Data channel 1: Download through the following website, but the database does not seem to have rejceted data, all of which have been reviewed and approved (I didn’t read it carefully, and there may be) /index.php?data=loans_full_schema


Data channel 2: I haven’t sent you this database. This database is larger and has more variables. It contains all the accepted and rejected loan information from 2012 to 2013 (the file is very large, and I will send it to you if you need to use it)






Two questions need to be completed separately

The data is sent to you via email. The specific meaning of each variable is also in the email. The two compressed packages of the email are data csv and sas in different formats, just choose one.

Please check another word file for the specific steps of the first question, it is very important

The following text is the part that needs extra attention


first question

The purpose of the first question is to use the data modeling given by the teacher to write down the pre-modeling preparations, the modeling process, the results of the modeling, and the quality of the model, instead of extracting large sections of text directly from the Internet

An overview of the model building process with all steps clearly stated and described.  In the question.  The steps are illustrated in the pictureSee the last page of lecture 2 ppt1

reject inference: This step can be done or not done, no matter how you choose, you need to explain the reason



Characteristic analysis is required first, the purpose is to convert these characteristics into the form suitable for logistic regression and also reduce the number of variables and then proceed


  1. Some variables such as grade, sub_grade, interest rate, etc. are calculated by the lending club based on annual income, verified income, debt to income, early_credit_line, inquiries_last_12m, total_credit_lines, etc. before lending club loans, so these two groups There is likely to be a correlation between variables. If these variables are used in logistics regression, multicollinearity will appear. For the subsequent predictive accuracy will not be affected, because the coefficients are still unbiased, but they are not the most efficient in terms of having smallest standard errors (variance)
  2. Some variables such as balance (current balance on the loan paid), paid total, paid principle, etc., and the aforementioned annual income, verified income, debt to income, earliest_credit_line, inquiries_last_12m, total_credit_lines, etc., should be irrelevant to them. Related to variables related to loan status. Therefore, if your regression includes variables such as balance (current balance on the loan paid), paid total, and paid principle, you will get very high predictive accuracy, but this model may not be very practical in reality, because You will not know what the value of balance and paid total will be after the time when the loan is reviewed. All in all, careful consideration is needed when determining which variables need to be included in the model.
  3. Regarding the selection of variables, you can use the Information Value (WOE) method, which can be used to rank order your characteristics and select the most predictive ones. You can also use stepwise selection (forward or backward) on the basis of logistic regression and then according to AUC Sort each variable
  4. Need to use VIF when measuring multicollinearity
  5. According to the teacher’s suggestion, all variables can be used at the beginning, or only some variables that are obviously not applicable need to be eliminated, and then the variables can be filtered according to the above methods.

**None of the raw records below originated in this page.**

"""A circuit is arrays: rows of (layer, gate kind, qubits, parameter index) and one array of parameters."""

from __future__ import annotations

from collections.abc import Iterable, Sequence
from dataclasses import dataclass

import numpy as np

from rcbench.arrays import BoolArray, ComplexArray, FloatArray, IntArray
from rcbench.circuits.gates import CODE, KINDS, N_PARAMETERS, N_QUBITS, UNITARY, VIRTUAL


@dataclass(frozen=True, slots=True, eq=False)
class Circuit:
    """One circuit on qubits 0 to n_qubits - 1, all starting in |0>.

    Rows of one layer act on different qubits and run at the same time; a later layer runs later. Barriers and
    measurements are rows too.

    Args:
        n_qubits: size of the register.
        layer: (rows,) native layer of each row, never decreasing.
        kind: (rows,) index into `gates.KINDS`.
        qubits: (rows, 2) qubits of each row; -1 where there is none. A measurement holds its qubit and its
            classical bit.
        first: (rows,) index of the row's first parameter in `parameters`, -1 where it has none.
        parameters: (m,) angles in radians (matrix entries for imported gates).
    """

    n_qubits: int
    layer: IntArray
    kind: IntArray
    qubits: IntArray
    first: IntArray
    parameters: FloatArray

    def __len__(self) -> int:
        return len(self.kind)

    @property
    def n_layers(self) -> int:
        """Native layers that take time: those that hold a gate which is not virtual."""
        return len(np.unique(self.layer[self.gate_rows & ~VIRTUAL[self.kind]]))

    @property
    def gate_rows(self) -> BoolArray:
        """(rows,) true where the row is a unitary gate."""
        return UNITARY[self.kind]

    @property
    def two_qubit_gates(self) -> int:
        """Number of native two-qubit gates."""
        return int(np.count_nonzero(N_QUBITS[self.kind] == 2))

    @property
    def measured_qubits(self) -> tuple[int, ...]:
        """The qubit behind each classical bit, bit 0 first."""
        rows = self.qubits[self.kind == CODE["measure"]]
        return tuple(int(qubit) for qubit in rows[np.argsort(rows[:, 1], kind="stable"), 0])

    def row_parameters(self, row: int) -> tuple[float, ...]:
        """The parameters of one row."""
        start = int(self.first[row])
        count = int(N_PARAMETERS[self.kind[row]])
        return tuple(float(value) for value in self.parameters[start : start + count]) if count else ()

    def row_matrices(self) -> list[ComplexArray | None]:
        """The (2, 2) or (4, 4) complex128 matrix of each row; None for barriers, resets and measurements."""
        out: list[ComplexArray | None] = [None] * len(self)
        for code in np.unique(self.kind):
            gate = KINDS[code]
            if gate.matrices is None:
                continue
            rows = np.flatnonzero(self.kind == code)
            columns = self.first[rows][:, None] + np.arange(gate.n_parameters)
            for row, matrix in zip(rows, gate.matrices(self.parameters[columns]), strict=True):
                out[row] = matrix
        return out


class CircuitBuilder:
    """Collects rows layer by layer and freezes them into a Circuit."""

    def __init__(self, n_qubits: int) -> None:
        self.n_qubits = n_qubits
        self._layer = 0
        self._rows: list[tuple[int, int, int, int, int]] = []
        self._parameters: list[float] = []

    def add(self, name: str, qubits: Sequence[int], parameters: Iterable[float] = ()) -> None:
        """One row in the current layer."""
        values = [float(value) for value in parameters]
        first = len(self._parameters) if values else -1
        self._parameters += values
        second = int(qubits[1]) if len(qubits) > 1 else -1
        self._rows.append((self._layer, CODE[name], int(qubits[0]), second, first))

    def add_rows(self, name: str, qubits: IntArray, parameters: FloatArray | None = None) -> None:
        """Many rows of one kind in the current layer; qubits: (m,) or (m, 2); parameters: (m, k)."""
        pairs = np.asarray(qubits)
        count, start = len(pairs), len(self._parameters)
        one, two = pairs.T.tolist() if pairs.ndim == 2 else (pairs.tolist(), [-1] * count)
        first: Iterable[int] = [-1] * count
        if parameters is not None and parameters.size:
            self._parameters += parameters.ravel().tolist()
            first = range(start, len(self._parameters), parameters.shape[1])
        self._rows += zip([self._layer] * count, [CODE[name]] * count, one, two, first, strict=True)

    def next_layer(self) -> None:
        """Later rows run after those so far; an empty layer is not counted."""
        if self._rows and self._rows[-1][0] == self._layer:
            self._layer += 1

    def barrier(self) -> None:
        """A barrier over all qubits, in a layer of its own."""
        self.next_layer()
        self._rows.append((self._layer, CODE["barrier"], -1, -1, -1))
        self._layer += 1

    def measure(self, qubits: Iterable[int]) -> None:
        """Measure the qubits, in a layer of their own, into classical bits 0, 1, 2, ... in that order."""
        self.next_layer()
        for bit, qubit in enumerate(qubits):
            self._rows.append((self._layer, CODE["measure"], int(qubit), bit, -1))
        self.next_layer()

    def append(self, circuit: Circuit, qubits: Sequence[int] | None = None) -> None:
        """All rows of another circuit, after what is there; its qubit j is our qubits[j]."""
        self.next_layer()
        label = np.arange(circuit.n_qubits) if qubits is None else np.asarray(qubits)
        base, start = len(self._parameters), self._layer
        self._parameters += circuit.parameters.tolist()
        for layer, kind, pair, first in zip(
            circuit.layer.tolist(), circuit.kind.tolist(), circuit.qubits.tolist(), circuit.first.tolist(), strict=True
        ):
            one = int(label[pair[0]]) if pair[0] >= 0 else -1
            two = pair[1] if pair[1] < 0 or kind == CODE["measure"] else int(label[pair[1]])
            self._rows.append((start + layer, kind, one, two, first + base if first >= 0 else -1))
        if len(circuit):
            self._layer = start + int(circuit.layer[-1]) + 1

    def build(self) -> Circuit:
        """The circuit, its arrays read-only."""
        rows = np.array(self._rows, dtype=np.int32).reshape(-1, 5)
        arrays = (
            np.ascontiguousarray(rows[:, 0]),
            np.ascontiguousarray(rows[:, 1]),
            np.ascontiguousarray(rows[:, 2:4]),
            np.ascontiguousarray(rows[:, 4]),
            np.array(self._parameters, dtype=np.float64),
        )
        for array in arrays:
            array.flags.writeable = False
        return Circuit(self.n_qubits, *arrays)
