"""What an OpenQASM program consists of: its version, gate definitions, constants and statements."""

from __future__ import annotations

import re
from collections.abc import Mapping
from dataclasses import dataclass, field

from rcbench.circuits.qasm_definitions import NAME, Definition, read_header
from rcbench.circuits.qasm_expressions import ExpressionError, evaluate
from rcbench.circuits.qasm_source import Source
from rcbench.errors import InputError

MAX_STATEMENTS = 2_000_000
_WORD = re.compile(rf"\s*+({NAME})")
_CONSTANT = re.compile(rf"\s*+const\s++(?:float|angle|int|uint)\b\s*+(?:\[[^\]]*+\]\s*+)?({NAME})\s*+=(.+)", re.DOTALL)
_VERSION = re.compile(r"\s*+OPENQASM\s++(\d++)(?:\.(\d++))?\s*+;")
_LITERAL = re.compile(r"\s*+\d{1,9}\s*+")

_DECIDES = "a circuit whose gates depend on outcomes has no one ideal state"
REFUSED = {
    "if": f"no `if`: {_DECIDES}",
    "else": f"no `else`: {_DECIDES}",
    "switch": f"no `switch`: {_DECIDES}",
    **dict.fromkeys(("for", "while", "break", "continue"), "no loops: the gates written out"),
    **dict.fromkeys(("def", "extern", "return"), "no subroutines: gate definitions, or the gates written out"),
    **dict.fromkeys(("cal", "defcal", "defcalgrammar"), "no pulse definitions: gates only"),
    **dict.fromkeys(("delay", "box", "stretch", "duration"), "no timing statements: gates and barriers only"),
    "input": "no input parameters: numbers in their place",
    "end": "no `end`: a circuit runs to its last statement",
    "gate": "gate name(parameters) qubits { calls }",
    "include": 'include "file";',
    "const": "const float|angle|int|uint name = number;",
    "OPENQASM": "the version once, as the first statement",
    **dict.fromkeys(
        ("int", "uint", "float", "angle", "bool", "complex", "array"),
        "no classical variables besides bits and const numbers",
    ),
}


@dataclass(slots=True)
class Outline:
    """A program taken apart.

    version: 2 or 3. statements: the code between semicolons, definitions left out as blanks, so that places stay.
    bodies: where the body of each definition starts. constants: by name, in order.
    """

    source: Source
    version: int
    statements: list[str]
    definitions: dict[str, Definition]
    bodies: dict[str, int]
    constants: dict[str, float] = field(default_factory=dict)

    def offset(self, place: int) -> int:
        """Where a statement starts in the code."""
        statement = self.statements[place]
        return sum(map(len, self.statements[:place])) + place + _indent(statement)

    def where(self, place: int) -> str:
        """File and line of a statement."""
        return self.source.place(self.offset(place))

    def number(self, text: str) -> float:
        """The value of an expression of numbers and constants."""
        return number(text, self.constants, self.version)

    def whole(self, text: str) -> int:
        """The value of an expression for a size or an index."""
        if _LITERAL.fullmatch(text):
            return int(text)
        value = self.number(text)
        if value != int(value) or abs(value) > 1e9:
            raise InputError("number", text.strip()[:40], "a whole number below a thousand million")
        return int(value)


def number(text: str, known: Mapping[str, float], version: int) -> float:
    """The value of an expression.

    Raises:
        InputError: no such expression, or no finite real value.
    """
    try:
        return evaluate(text, known, power_sign=version == 2)
    except ExpressionError as error:
        raise InputError("expression", error.found, error.allowed) from None


def outline(source: Source) -> Outline:
    """Take a program apart.

    Raises:
        InputError: with file and line, for another version, a definition that cannot be read, a block that is no gate
            definition, a const that is no number, or text after the last semicolon.
    """
    version = _version(source)
    definitions: dict[str, Definition] = {}
    bodies: dict[str, int] = {}
    statements = _without_blocks(source, definitions, bodies).split(";")
    out = Outline(source, version, statements, definitions, bodies)
    if len(statements) > MAX_STATEMENTS:
        raise InputError("program", f"{len(statements)} statements", f"at most {MAX_STATEMENTS}", source.place(0))
    if statements[-1].strip():
        error = InputError("statement", statements[-1].strip()[:60], "a statement that ends in ;")
        raise error.at(out.where(len(statements) - 1))
    if "const" in source.code:
        _read_constants(out)
    return out


def _version(source: Source) -> int:
    match = _VERSION.match(source.code)
    if match is None:
        return 3 if re.search(r"\b(?:qubit|bit)\b|\$\d", source.code) else 2
    major, minor = match.groups()
    if major not in ("2", "3") or (major == "2" and minor not in (None, "0")):
        found = ".".join(part for part in (major, minor) if part is not None)
        raise InputError("OPENQASM", found, "2.0, 3, 3.0 or 3.1", source.place(match.start(1)))
    return int(major)


def _without_blocks(source: Source, definitions: dict[str, Definition], bodies: dict[str, int]) -> str:
    code = source.code
    parts: list[str] = []
    done = start = 0
    while (brace := code.find("{", start)) >= 0:
        begin = max(code.rfind(";", done, brace) + 1, done)
        header = code[begin:brace]
        where = source.place(begin + _indent(header))
        end = code.find("}", brace)
        if end < 0:
            raise InputError("block", header.strip()[:60], "a block that ends in }", where)
        start = end + 1
        if header.rstrip().endswith("["):  # an index set, q[{0, 2}]
            continue
        word = _WORD.match(header)
        kind = word.group(1) if word else ""
        if kind != "gate":
            allowed = REFUSED.get(kind, "gate definitions only, where there are braces")
            raise InputError("block", header.strip()[:60], allowed, where)
        if "{" in code[brace + 1 : end]:
            raise InputError("block", header.strip()[:60], "calls of gates and barriers in the body of a gate", where)
        _define(source, definitions, bodies, (header, code[brace + 1 : end]), brace + 1, where)
        parts += [code[done:begin], " " * (start - begin)]
        done = start
    return "".join((*parts, code[done:])) if parts else code


def _define(
    source: Source,
    definitions: dict[str, Definition],
    bodies: dict[str, int],
    block: tuple[str, str],
    begin: int,
    where: str,
) -> None:
    try:
        definition = read_header(*block)
    except InputError as error:
        raise error.at(where) from None
    if definition is None:
        raise InputError("gate", block[0].strip()[:60], REFUSED["gate"], where)
    before = definitions.setdefault(definition.name, definition)
    if before != definition:
        other = source.place(bodies[definition.name]).removesuffix(": ")
        raise InputError("gate", definition.name, f"one definition of each gate (the first is at {other})", where)
    bodies.setdefault(definition.name, begin)


def _read_constants(out: Outline) -> None:
    for place, statement in enumerate(out.statements):
        match = _CONSTANT.fullmatch(statement)
        if match:
            try:
                out.constants[match.group(1)] = out.number(match.group(2))
            except InputError as error:
                raise error.at(out.where(place)) from None


def _indent(text: str) -> int:
    return len(text) - len(text.lstrip())
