"""The rows of a circuit as operations in Cirq's JSON, written directly: building Cirq's objects takes much longer."""

from __future__ import annotations

import json

import numpy as np

from rcbench.arrays import ComplexArray, FloatArray, IntArray
from rcbench.circuits.circuit import Circuit
from rcbench.circuits.gates import KINDS, gate_matrices
from rcbench.errors import InputError

# gates without parameters: the type in Cirq and its exponent
_POWERS = {
    "x": ("XPowGate", 1.0),
    "y": ("YPowGate", 1.0),
    "z": ("ZPowGate", 1.0),
    "h": ("HPowGate", 1.0),
    "s": ("ZPowGate", 0.5),
    "sdg": ("ZPowGate", -0.5),
    "sx": ("XPowGate", 0.5),
    "sxdg": ("XPowGate", -0.5),
    "cz": ("CZPowGate", 1.0),
    "cx": ("CXPowGate", 1.0),
    "iswap": ("ISwapPowGate", 1.0),
    "sqrt_iswap": ("ISwapPowGate", 0.5),
}
# gates with parameters: fixed keys, and the keys of the numbers that `_numbers` gives
_FAMILIES: dict[str, tuple[str, str, tuple[str, ...]]] = {
    "rz": ("Rz", "", ("rads",)),
    "r": ("PhasedXPowGate", ',"global_shift":-0.5', ("exponent", "phase_exponent")),
    "u": ("PhasedXZGate", "", ("x_exponent", "z_exponent", "axis_phase_exponent")),
    "fsim": ("FSimGate", "", ("theta", "phi")),
    "zz": ("ZZPowGate", ',"global_shift":-0.5', ("exponent",)),
}


def operations(circuit: Circuit) -> list[str]:
    """The JSON of each row's operation; empty for barriers and for what an earlier row measures too.

    Raises:
        InputError: an angle that is not finite.
    """
    if not np.isfinite(circuit.parameters).all():
        raise InputError("angle", "not a finite number", "finite angles")
    places = [f'{{"cirq_type":"LineQubit","x":{qubit}}}' for qubit in range(circuit.n_qubits)]
    out = [""] * len(circuit)
    for code in np.unique(circuit.kind).tolist():
        rows = np.flatnonzero(circuit.kind == code)
        if KINDS[code].name == "barrier":
            continue
        write = _measurements if KINDS[code].name == "measure" else _gates
        for row, text in zip(rows.tolist(), write(circuit, rows, places), strict=True):
            out[row] = text
    return out


def _gates(circuit: Circuit, rows: IntArray, places: list[str]) -> list[str]:
    """All rows of one kind."""
    kind = KINDS[int(circuit.kind[rows[0]])]
    qubits = circuit.qubits[rows, : kind.n_qubits].tolist()
    if not kind.n_parameters:
        gate = _fixed_gate(kind.name)
        known = {pair: _operation(gate, [places[qubit] for qubit in pair]) for pair in set(map(tuple, qubits))}
        return [known[tuple(pair)] for pair in qubits]
    parameters = circuit.parameters[circuit.first[rows][:, None] + np.arange(kind.n_parameters)]
    if kind.name in _FAMILIES:
        type_, fixed, keys = _FAMILIES[kind.name]
        template = f'{{{{"cirq_type":"{type_}"{fixed}' + "".join(f',"{key}":{{!r}}' for key in keys) + "}}"
        gates = [template.format(*values) for values in _numbers(kind.name, parameters).tolist()]
    else:
        gates = [_matrix_gate(matrix) for matrix in gate_matrices(kind.name, parameters)]
    return [_operation(gate, [places[qubit] for qubit in pair]) for gate, pair in zip(gates, qubits, strict=True)]


def _fixed_gate(name: str) -> str:
    if name == "reset":
        return '{"cirq_type":"ResetChannel","dimension":2}'
    type_, exponent = _POWERS[name]
    return f'{{"cirq_type":"{type_}","exponent":{exponent},"global_shift":0.0}}'


def _numbers(name: str, parameters: FloatArray) -> FloatArray:
    """The numbers of Cirq's gate: half turns instead of radians, where Cirq counts so."""
    if name in ("rz", "fsim"):
        return parameters
    turns = parameters / np.pi
    if name == "u":  # Z^z after a turn about an axis of the equator, as in native.py
        t, p, l = turns.T
        return np.stack([t, p + l, 0.5 - l], axis=1)
    return np.asarray(turns)


def _measurements(circuit: Circuit, rows: IntArray, places: list[str]) -> list[str]:
    """One joint measurement at the first row where that says it all; else one a row."""
    qubits, bits = circuit.qubits[rows].T.tolist()
    if len(set(circuit.layer[rows].tolist())) == 1 and sorted(bits) == list(range(len(bits))):
        joint = _operation(_measure(len(bits), "c"), [places[qubits[row]] for row in np.argsort(bits).tolist()])
        return [joint, *[""] * (len(bits) - 1)]
    return [_operation(_measure(1, f"c[{bit}]"), [places[qubit]]) for qubit, bit in zip(qubits, bits, strict=True)]


def _measure(n_qubits: int, key: str) -> str:
    return f'{{"cirq_type":"MeasurementGate","num_qubits":{n_qubits},"key":"{key}","invert_mask":[]}}'


def _operation(gate: str, places: list[str]) -> str:
    return f'{{"cirq_type":"GateOperation","gate":{gate},"qubits":[{",".join(places)}]}}'


def _matrix_gate(matrix: ComplexArray) -> str:
    entries = [
        [{"cirq_type": "complex", "real": value.real, "imag": value.imag} for value in row] for row in matrix.tolist()
    ]
    shape = [2] * (len(matrix).bit_length() - 1)
    return json.dumps({"cirq_type": "MatrixGate", "matrix": entries, "qid_shape": shape}, separators=(",", ":"))
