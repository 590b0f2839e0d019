"""Circuits from OpenQASM 2.0 and 3, ours and others', and from Cirq JSON.

`read_qasm` gives the circuit, `read_program` what an adopted program needs besides: its text with the include files in
place, and the names of its qubits and bits.

What is read: gates from the standard files, from include files and from the program's own definitions, under the
modifiers inv, pow, ctrl and negctrl; registers, broadcasts, barriers, constants; measurements at the end. What makes
a circuit depend on outcomes or inputs is refused. One call is one row, so one native gate for the error budget:

    a standard gate           the kind of `gates.KINDS` that it is
    any other, one qubit      rz where it is diagonal (a virtual gate), else u
    any other, two qubits     cz, cx, iswap, sqrt_iswap, zz or fsim where it is that up to a phase, else matrix2
    from three qubits on      the calls of its body

Rows are put in layers as soon as their qubits are free, between barriers; measurements come in one last layer.
"""

from __future__ import annotations

from collections.abc import Sequence
from dataclasses import dataclass
from pathlib import Path

from rcbench.circuits.circuit import Circuit
from rcbench.circuits.qasm_outline import outline
from rcbench.circuits.qasm_reader import Reader
from rcbench.circuits.qasm_source import read_source
from rcbench.errors import InputError, suggest
from rcbench.files import read_text

FORMATS = ("qasm3", "qasm2", "cirq-json")


@dataclass(frozen=True, slots=True)
class Program:
    """A program and its circuit.

    Args:
        circuit: its rows; classical bits are numbered in the order of the program's, leaving out those never measured.
        text: the program with its include files in place (the standard ones stay includes), so that it stands alone.
        version: 2 or 3.
        qubits: name of each qubit, as `q[0]`.
        bits: name of each measured bit, as `c[0]`, in the order of the circuit's classical bits.
        declared_bits: number of classical bits that the program declares, measured or not.
        files: include files that went into it.
    """

    circuit: Circuit
    text: str
    version: int
    qubits: tuple[str, ...]
    bits: tuple[str, ...]
    declared_bits: int
    files: tuple[Path, ...]


def read_program(text: str, *, name: str, include_dirs: Sequence[Path] = (), folder: Path | None = None) -> Program:
    """Read an OpenQASM program.

    Args:
        text: the program. name: what errors call it.
        include_dirs: folders searched for include files. folder: the program's own folder, searched first.
    Raises:
        InputError: with file and line, for whatever is not read.
    """
    source = read_source(text, name, include_dirs, folder)
    program = outline(source)
    reader = Reader(program)
    reader.read()
    if not len(reader.qubits):
        raise InputError("program", "no qubits", "a program that declares qubits", source.place(0))
    bits = sorted(reader.rows.measured.values())
    return Program(
        circuit=reader.rows.circuit(len(reader.qubits), program.where),
        text=source.text,
        version=program.version,
        qubits=tuple(reader.qubits.names),
        bits=tuple(reader.bits.names[bit] for bit in bits),
        declared_bits=len(reader.bits),
        files=source.files,
    )


def read_qasm(text: str, *, name: str, include_dirs: Sequence[Path] = ()) -> Circuit:
    """The circuit of an OpenQASM 2.0 or 3 program; see `read_program`."""
    return read_program(text, name=name, include_dirs=include_dirs).circuit


def read_cirq_json(text: str, *, name: str) -> Circuit:
    """The circuit that Cirq wrote as JSON: its moments are our layers.

    Raises:
        InputError: no such file, or a gate without a matrix on one or two qubits.
    """
    from rcbench.circuits.cirq_import import from_cirq_json  # Cirq takes two seconds to load

    return from_cirq_json(text, name)


def read_circuit(text: str, format: str, name: str) -> Circuit:
    """A circuit in one of FORMATS."""
    if format not in FORMATS:
        raise InputError("format", format, suggest(format, FORMATS))
    return read_cirq_json(text, name=name) if format == "cirq-json" else read_qasm(text, name=name)


def read_circuit_file(path: Path) -> Circuit:
    """A circuit from a file: Cirq JSON where it ends in .json, else OpenQASM; includes are searched beside it."""
    text = read_text(path, "circuit")
    if path.suffix == ".json":
        return read_cirq_json(text, name=path.name)
    return read_program(text, name=path.name, folder=path.parent).circuit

In the final model, the number of variables should usually be around 10-20 (not mandatory)
  6. It is best not to directly remove variables with a particularly large missing value, you need to think of other methods



Second question

No matter what the final research question is, don’t deviate from the set of data I emailed to you

You can add a background introduction to the front, why did you choose this research question?

If you choose to do a comparison of different classification models, then you can’t just calculate the predictive accuracy of several models and compare them, you must also explain the advantages or disadvantages of this method, the potential problems of using this method, etc.